**YOUR OBJECTIVE**. Transcribe, word for word and without additions, each line below from the one containing "if (name !== null)" through the one containing "body, duplex: 'half'", both ends included.
--
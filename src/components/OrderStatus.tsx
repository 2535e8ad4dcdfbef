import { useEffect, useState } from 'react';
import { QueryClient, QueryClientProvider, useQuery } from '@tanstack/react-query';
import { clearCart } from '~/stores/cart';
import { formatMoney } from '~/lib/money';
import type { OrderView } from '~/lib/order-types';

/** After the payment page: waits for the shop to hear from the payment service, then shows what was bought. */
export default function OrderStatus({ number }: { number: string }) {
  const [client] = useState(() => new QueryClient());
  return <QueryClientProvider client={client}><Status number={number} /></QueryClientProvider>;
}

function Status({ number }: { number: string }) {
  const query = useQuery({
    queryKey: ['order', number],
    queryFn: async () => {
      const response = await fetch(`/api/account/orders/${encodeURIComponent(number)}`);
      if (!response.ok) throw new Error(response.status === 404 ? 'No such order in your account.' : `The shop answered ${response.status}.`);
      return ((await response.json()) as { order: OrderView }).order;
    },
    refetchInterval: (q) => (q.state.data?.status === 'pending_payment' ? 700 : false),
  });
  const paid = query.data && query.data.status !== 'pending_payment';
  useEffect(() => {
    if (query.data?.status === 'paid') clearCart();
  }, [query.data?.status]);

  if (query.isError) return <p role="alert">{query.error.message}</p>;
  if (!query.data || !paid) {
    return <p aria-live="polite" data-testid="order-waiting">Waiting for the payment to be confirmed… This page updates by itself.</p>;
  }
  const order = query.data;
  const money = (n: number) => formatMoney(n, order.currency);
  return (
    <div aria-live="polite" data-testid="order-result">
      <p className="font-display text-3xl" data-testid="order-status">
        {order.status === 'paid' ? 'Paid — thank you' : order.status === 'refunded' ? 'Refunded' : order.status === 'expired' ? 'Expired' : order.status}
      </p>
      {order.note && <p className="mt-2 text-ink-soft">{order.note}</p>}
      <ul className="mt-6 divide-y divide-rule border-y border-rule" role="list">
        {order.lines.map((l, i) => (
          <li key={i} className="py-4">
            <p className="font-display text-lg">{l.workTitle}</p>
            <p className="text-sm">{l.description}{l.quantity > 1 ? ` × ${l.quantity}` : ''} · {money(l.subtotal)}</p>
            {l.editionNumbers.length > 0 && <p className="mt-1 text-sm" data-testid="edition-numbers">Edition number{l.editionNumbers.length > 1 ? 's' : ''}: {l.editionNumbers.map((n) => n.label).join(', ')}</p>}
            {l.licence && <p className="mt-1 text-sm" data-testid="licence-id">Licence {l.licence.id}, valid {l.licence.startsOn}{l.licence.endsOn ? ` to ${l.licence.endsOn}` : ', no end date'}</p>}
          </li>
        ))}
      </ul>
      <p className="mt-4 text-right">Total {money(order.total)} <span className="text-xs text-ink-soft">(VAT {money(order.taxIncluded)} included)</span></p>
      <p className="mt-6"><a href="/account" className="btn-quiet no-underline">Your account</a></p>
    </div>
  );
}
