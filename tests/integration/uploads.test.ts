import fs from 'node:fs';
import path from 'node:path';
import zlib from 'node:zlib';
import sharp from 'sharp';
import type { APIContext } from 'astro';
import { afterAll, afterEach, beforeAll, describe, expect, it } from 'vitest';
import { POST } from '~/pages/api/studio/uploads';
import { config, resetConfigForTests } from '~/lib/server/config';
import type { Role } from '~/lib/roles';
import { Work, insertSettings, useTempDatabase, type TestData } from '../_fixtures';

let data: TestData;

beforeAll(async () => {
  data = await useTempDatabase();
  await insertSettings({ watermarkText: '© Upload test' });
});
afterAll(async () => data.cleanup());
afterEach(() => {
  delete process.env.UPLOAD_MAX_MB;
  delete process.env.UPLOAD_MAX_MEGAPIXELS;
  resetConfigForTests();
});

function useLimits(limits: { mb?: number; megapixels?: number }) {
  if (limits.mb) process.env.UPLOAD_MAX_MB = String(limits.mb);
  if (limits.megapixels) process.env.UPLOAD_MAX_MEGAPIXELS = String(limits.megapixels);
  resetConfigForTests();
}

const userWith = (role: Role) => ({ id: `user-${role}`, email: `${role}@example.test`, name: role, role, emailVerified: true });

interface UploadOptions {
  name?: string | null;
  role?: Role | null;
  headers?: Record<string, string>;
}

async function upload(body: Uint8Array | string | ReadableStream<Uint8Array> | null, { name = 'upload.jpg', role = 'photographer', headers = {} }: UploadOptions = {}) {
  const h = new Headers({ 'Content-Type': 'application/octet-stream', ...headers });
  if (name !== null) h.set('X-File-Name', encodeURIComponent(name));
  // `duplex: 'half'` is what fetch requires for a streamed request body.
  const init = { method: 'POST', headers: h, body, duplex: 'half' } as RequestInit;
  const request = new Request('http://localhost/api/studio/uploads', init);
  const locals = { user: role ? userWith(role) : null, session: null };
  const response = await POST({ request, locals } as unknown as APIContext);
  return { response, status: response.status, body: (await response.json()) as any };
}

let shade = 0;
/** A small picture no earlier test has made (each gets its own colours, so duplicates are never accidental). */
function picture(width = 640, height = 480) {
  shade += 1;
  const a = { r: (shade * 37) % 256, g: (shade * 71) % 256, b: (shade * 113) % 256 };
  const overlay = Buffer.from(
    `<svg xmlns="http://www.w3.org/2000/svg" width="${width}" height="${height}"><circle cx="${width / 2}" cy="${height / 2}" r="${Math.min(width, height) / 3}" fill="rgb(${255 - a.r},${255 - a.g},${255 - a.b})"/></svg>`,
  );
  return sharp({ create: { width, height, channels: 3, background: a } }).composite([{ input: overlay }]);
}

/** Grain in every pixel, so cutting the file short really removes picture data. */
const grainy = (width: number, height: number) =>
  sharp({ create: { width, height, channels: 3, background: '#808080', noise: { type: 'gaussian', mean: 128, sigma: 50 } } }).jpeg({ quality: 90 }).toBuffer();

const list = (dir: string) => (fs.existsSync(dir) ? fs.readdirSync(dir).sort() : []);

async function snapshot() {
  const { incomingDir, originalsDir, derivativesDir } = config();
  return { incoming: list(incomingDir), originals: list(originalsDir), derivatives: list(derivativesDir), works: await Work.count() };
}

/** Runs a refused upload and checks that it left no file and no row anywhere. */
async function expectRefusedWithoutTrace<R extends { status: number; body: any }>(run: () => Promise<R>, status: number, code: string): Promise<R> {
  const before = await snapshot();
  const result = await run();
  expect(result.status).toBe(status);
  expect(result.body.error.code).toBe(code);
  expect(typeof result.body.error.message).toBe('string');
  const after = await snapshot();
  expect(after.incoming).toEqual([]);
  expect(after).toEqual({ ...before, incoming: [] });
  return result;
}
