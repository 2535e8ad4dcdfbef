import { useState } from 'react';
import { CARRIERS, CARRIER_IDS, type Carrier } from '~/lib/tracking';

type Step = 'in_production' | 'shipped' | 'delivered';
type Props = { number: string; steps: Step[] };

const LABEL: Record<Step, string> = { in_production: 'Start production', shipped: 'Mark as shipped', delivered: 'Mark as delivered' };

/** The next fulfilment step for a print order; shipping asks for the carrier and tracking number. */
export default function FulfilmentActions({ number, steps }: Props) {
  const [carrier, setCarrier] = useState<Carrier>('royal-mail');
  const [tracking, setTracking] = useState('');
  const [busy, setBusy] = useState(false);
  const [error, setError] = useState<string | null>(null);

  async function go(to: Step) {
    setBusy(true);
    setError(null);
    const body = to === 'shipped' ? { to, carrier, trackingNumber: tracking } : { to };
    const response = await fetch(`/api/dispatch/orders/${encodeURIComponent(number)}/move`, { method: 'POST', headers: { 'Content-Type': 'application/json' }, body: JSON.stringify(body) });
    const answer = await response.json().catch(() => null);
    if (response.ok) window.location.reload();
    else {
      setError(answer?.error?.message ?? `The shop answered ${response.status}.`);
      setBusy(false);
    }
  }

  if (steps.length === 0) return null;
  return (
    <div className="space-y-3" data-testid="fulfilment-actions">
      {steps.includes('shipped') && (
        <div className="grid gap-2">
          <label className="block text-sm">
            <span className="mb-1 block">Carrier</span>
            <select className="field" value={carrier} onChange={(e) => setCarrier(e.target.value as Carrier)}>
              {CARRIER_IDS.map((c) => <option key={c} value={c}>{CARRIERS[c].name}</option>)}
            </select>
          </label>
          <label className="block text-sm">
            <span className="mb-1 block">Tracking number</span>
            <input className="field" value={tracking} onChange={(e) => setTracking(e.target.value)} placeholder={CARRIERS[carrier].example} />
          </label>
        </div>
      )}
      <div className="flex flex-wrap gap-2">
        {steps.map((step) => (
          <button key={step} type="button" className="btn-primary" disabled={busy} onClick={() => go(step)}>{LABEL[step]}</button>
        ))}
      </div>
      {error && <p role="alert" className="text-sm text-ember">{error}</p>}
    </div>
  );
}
--
**YOUR RESPONSE**.
  if (name !== null) h.set('X-File-Name', encodeURIComponent(name));
  // `duplex: 'half'` is what fetch requires for a streamed request body.
  const init = { method: 'POST', headers: h, body, duplex: 'half' } as RequestInit;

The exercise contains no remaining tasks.